The stretch from the line with "out = np.full(np.broadcast_shapes(i.shape, v.shape), np.nan)" through the line with "return Level(offset=-x, fraction=1.0)" in the records below: write it out exactly, and nothing else.

Collected data entries:
┌──

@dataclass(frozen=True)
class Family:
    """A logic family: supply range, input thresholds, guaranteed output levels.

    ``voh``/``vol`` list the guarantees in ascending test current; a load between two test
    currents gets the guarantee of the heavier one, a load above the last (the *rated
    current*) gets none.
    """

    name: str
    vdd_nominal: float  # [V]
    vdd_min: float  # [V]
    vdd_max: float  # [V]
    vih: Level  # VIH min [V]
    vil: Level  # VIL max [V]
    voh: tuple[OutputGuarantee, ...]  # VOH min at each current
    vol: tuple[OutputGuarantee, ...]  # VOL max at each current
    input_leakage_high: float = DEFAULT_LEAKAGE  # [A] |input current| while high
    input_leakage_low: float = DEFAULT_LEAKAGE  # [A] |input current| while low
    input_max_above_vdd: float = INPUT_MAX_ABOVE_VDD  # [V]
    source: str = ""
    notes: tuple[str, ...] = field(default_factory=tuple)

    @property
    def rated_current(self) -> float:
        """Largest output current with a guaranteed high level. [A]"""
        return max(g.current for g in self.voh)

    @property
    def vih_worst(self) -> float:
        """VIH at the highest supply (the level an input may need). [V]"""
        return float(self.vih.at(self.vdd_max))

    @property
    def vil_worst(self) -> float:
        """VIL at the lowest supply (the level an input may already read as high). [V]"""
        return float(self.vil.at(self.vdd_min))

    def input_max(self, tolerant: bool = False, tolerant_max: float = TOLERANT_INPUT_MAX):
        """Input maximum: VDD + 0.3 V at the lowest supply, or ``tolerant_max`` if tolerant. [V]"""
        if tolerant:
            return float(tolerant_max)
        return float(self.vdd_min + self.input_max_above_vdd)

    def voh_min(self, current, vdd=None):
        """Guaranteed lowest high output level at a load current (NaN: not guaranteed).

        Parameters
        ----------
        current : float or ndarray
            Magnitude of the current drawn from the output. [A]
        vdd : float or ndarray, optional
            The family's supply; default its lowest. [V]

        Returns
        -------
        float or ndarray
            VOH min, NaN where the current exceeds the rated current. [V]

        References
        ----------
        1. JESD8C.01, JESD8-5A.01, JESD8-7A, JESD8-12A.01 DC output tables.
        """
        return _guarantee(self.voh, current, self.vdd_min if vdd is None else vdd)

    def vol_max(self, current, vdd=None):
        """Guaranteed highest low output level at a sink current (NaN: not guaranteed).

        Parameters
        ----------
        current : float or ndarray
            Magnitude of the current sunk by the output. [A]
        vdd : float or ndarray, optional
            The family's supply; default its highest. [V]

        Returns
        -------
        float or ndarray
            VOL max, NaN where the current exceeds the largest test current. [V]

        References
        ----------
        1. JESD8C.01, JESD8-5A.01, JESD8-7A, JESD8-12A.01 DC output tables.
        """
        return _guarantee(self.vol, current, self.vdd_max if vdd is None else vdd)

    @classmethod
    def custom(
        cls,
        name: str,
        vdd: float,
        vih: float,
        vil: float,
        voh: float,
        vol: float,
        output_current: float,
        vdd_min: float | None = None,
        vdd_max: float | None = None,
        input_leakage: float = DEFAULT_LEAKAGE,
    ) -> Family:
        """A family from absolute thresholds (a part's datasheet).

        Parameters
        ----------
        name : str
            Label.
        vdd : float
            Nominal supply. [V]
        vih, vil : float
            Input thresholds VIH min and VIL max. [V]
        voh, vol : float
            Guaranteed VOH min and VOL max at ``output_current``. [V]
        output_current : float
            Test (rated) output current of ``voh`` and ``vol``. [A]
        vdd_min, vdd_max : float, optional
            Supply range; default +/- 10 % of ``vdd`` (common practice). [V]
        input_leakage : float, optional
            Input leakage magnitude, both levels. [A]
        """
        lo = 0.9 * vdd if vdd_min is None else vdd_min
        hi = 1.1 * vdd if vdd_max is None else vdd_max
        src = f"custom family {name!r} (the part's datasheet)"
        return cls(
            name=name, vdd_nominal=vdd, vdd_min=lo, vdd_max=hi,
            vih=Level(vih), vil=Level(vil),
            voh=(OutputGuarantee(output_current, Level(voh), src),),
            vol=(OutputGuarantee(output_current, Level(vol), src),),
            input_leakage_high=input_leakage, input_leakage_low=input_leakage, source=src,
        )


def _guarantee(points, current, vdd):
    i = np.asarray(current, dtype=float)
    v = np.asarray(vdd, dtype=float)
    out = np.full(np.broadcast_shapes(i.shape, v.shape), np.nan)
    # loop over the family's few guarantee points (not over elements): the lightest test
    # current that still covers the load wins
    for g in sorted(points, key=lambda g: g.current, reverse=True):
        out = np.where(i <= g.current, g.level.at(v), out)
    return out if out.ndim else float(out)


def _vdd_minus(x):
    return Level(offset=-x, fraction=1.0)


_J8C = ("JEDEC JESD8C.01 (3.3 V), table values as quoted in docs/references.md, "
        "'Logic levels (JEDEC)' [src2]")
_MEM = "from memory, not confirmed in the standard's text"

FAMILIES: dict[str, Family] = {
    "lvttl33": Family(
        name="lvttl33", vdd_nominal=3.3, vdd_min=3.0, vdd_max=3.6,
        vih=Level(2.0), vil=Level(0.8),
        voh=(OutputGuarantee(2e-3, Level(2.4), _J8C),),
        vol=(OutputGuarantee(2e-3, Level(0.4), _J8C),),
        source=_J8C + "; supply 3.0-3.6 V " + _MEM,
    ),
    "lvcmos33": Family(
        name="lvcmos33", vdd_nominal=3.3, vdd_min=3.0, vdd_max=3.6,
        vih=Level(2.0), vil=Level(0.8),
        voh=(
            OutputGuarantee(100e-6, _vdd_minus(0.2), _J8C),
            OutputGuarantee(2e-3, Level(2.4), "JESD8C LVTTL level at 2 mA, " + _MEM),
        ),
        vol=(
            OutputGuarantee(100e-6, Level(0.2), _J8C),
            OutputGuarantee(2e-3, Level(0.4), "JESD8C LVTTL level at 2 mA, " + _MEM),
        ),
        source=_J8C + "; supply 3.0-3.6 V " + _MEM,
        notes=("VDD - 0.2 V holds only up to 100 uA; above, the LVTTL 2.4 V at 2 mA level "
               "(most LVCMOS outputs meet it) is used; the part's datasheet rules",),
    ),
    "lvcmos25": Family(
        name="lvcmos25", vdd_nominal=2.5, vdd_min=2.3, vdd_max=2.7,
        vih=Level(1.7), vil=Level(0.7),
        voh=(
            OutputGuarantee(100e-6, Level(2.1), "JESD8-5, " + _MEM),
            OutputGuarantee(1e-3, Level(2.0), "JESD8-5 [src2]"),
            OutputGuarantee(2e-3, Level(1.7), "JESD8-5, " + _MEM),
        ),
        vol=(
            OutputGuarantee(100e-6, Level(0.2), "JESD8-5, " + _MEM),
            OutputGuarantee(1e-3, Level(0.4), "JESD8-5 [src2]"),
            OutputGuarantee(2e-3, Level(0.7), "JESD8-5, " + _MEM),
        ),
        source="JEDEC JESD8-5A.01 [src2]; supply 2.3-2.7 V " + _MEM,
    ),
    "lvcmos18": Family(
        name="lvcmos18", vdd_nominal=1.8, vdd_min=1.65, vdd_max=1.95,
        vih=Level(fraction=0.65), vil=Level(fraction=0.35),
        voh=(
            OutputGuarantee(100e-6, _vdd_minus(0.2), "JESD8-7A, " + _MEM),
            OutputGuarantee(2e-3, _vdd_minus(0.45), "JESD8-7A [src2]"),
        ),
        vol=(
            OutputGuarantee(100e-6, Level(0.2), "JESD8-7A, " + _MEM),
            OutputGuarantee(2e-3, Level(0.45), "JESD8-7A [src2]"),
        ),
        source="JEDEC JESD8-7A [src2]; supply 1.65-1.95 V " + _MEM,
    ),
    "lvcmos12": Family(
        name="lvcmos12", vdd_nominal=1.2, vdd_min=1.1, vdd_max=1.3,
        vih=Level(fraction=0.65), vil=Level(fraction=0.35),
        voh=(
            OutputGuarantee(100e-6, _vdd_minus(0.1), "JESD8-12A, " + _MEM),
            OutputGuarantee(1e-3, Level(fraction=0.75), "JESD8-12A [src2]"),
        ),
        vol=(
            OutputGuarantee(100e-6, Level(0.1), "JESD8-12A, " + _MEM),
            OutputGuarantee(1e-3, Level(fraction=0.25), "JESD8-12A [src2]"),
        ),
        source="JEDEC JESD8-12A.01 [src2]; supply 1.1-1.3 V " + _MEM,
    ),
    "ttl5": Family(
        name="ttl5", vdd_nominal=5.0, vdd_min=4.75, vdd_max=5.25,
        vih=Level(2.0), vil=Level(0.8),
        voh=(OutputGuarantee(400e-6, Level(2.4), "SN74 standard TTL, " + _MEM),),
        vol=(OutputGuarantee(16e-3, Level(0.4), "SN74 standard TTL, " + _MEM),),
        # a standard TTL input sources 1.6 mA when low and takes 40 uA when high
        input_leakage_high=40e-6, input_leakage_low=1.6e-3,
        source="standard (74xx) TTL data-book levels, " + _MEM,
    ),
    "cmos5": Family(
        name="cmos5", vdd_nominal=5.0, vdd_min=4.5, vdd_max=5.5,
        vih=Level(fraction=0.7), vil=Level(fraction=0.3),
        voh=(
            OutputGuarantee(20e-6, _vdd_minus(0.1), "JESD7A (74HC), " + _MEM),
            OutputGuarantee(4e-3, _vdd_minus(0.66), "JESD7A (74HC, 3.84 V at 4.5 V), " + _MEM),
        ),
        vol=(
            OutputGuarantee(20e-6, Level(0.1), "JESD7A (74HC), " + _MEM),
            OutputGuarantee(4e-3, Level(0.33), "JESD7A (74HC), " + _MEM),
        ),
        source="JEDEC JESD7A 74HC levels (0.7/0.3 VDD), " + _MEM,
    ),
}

└──

• **ANSWER FOR THE TASK**:
    out = np.full(np.broadcast_shapes(i.shape, v.shape), np.nan)
    # loop over the family's few guarantee points (not over elements): the lightest test
    # current that still covers the load wins
    for g in sorted(points, key=lambda g: g.current, reverse=True):
        out = np.where(i <= g.current, g.level.at(v), out)
    return out if out.ndim else float(out)


def _vdd_minus(x):
    return Level(offset=-x, fraction=1.0)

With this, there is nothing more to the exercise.